* PROBLEM DETAILS *
Provide only the number of lines in the listing that contain the string "gearbox".

────────

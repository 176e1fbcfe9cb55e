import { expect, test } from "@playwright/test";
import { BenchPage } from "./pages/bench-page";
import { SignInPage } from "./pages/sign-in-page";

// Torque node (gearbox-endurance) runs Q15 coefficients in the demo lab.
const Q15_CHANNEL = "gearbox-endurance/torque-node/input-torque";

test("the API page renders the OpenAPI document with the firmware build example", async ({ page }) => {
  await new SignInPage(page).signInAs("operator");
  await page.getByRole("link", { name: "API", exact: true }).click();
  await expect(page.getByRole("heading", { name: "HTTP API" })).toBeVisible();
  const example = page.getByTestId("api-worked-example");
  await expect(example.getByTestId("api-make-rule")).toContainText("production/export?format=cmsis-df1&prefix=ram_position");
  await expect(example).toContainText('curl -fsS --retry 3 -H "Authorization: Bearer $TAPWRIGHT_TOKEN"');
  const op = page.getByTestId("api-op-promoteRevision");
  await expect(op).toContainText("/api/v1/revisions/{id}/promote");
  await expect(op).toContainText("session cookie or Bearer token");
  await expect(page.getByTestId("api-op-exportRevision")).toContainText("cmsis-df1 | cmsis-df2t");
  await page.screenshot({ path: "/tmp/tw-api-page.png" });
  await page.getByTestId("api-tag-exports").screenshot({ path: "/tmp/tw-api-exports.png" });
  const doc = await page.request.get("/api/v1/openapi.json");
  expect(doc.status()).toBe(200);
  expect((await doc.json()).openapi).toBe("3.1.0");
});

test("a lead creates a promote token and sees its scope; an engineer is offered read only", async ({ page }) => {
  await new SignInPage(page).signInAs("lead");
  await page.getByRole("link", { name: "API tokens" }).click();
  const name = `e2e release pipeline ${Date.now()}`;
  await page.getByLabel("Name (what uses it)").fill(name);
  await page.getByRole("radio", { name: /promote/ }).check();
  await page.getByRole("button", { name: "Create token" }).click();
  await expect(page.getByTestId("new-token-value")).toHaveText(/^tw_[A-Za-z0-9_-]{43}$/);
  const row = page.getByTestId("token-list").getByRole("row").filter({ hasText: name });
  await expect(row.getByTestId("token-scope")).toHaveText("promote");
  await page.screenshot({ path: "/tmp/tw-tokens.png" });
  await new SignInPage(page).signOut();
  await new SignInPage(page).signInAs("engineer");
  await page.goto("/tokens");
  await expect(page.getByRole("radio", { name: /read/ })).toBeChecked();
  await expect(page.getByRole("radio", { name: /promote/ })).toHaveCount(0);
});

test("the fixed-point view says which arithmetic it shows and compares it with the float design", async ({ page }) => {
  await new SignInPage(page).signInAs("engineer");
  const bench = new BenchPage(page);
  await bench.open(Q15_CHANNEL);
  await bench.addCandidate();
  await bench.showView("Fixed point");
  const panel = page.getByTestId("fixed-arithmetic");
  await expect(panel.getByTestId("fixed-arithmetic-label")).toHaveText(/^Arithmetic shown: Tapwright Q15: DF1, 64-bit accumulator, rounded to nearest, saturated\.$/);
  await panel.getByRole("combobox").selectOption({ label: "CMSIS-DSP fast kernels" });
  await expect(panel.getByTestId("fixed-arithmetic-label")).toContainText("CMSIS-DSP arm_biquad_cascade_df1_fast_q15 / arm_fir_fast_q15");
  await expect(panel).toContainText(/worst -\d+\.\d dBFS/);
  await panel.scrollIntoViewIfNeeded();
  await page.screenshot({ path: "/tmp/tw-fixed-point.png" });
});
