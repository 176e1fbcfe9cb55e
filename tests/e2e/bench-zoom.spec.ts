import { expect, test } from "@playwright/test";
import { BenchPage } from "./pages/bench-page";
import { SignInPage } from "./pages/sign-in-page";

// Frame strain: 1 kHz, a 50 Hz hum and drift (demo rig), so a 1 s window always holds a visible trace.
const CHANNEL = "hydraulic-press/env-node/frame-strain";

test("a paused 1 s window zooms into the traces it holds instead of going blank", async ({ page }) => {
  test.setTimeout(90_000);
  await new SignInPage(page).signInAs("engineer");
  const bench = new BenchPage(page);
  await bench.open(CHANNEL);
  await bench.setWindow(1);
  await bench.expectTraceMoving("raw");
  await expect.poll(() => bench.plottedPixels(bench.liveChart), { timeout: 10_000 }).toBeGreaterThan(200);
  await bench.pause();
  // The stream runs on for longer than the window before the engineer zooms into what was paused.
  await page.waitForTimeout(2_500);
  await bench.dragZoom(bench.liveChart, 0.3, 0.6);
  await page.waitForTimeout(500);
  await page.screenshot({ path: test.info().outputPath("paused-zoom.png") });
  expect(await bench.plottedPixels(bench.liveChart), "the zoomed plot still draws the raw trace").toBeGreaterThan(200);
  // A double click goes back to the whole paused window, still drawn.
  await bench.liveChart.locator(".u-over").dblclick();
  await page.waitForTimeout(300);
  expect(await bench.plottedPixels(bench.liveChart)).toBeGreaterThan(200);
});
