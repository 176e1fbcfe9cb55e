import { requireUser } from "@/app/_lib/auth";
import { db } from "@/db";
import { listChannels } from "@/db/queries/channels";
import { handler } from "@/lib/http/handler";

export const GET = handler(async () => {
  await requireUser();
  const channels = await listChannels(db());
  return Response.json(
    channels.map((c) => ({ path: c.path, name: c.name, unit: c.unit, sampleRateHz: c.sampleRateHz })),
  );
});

────────

* SOLVED EXERCISE *
2